_Task requirements_: Would you restate the entries below word for word, starting at the first line and ending with the one that has "private final Path log;"?

Supplied records: Begin

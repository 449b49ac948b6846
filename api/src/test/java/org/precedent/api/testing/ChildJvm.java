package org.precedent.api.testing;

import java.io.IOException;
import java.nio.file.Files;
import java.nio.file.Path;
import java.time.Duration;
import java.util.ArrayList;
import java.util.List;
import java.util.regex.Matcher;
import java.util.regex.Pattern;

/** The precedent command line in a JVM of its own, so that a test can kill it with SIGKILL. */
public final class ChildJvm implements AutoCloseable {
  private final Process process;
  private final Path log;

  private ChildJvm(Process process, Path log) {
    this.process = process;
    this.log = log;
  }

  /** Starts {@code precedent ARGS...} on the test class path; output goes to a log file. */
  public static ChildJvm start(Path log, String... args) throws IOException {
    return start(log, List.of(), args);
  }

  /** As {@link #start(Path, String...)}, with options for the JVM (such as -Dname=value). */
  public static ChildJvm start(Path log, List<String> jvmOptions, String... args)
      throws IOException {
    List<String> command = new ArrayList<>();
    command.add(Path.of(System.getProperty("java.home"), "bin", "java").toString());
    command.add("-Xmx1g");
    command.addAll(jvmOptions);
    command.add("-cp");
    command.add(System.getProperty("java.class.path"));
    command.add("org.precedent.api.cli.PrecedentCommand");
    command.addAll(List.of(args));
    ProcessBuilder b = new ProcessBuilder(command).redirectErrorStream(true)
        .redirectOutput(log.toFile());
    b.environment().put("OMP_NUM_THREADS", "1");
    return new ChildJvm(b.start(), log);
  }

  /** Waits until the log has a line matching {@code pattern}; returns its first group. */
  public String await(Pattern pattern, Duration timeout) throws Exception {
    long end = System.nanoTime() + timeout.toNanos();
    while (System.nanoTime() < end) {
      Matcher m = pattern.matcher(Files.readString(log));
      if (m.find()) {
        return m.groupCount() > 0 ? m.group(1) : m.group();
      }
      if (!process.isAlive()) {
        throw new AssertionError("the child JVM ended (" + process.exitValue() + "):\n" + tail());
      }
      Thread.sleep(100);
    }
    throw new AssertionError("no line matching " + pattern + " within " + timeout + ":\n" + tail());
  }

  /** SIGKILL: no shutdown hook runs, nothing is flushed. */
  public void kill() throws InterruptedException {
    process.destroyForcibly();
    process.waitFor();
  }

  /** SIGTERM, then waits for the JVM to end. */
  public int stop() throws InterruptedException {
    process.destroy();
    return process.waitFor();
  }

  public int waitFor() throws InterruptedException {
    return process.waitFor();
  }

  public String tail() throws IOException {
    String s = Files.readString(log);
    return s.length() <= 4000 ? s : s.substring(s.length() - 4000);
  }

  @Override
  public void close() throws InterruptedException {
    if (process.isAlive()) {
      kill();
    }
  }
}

Supplied records: End

_Response to this exercise_:
repository 449b49ac948b6846
filename api/src/test/java/org/precedent/api/testing/ChildJvm.java
package org.precedent.api.testing;

import java.io.IOException;
import java.nio.file.Files;
import java.nio.file.Path;
import java.time.Duration;
import java.util.ArrayList;
import java.util.List;
import java.util.regex.Matcher;
import java.util.regex.Pattern;

/** The precedent command line in a JVM of its own, so that a test can kill it with SIGKILL. */
public final class ChildJvm implements AutoCloseable {
  private final Process process;
  private final Path log;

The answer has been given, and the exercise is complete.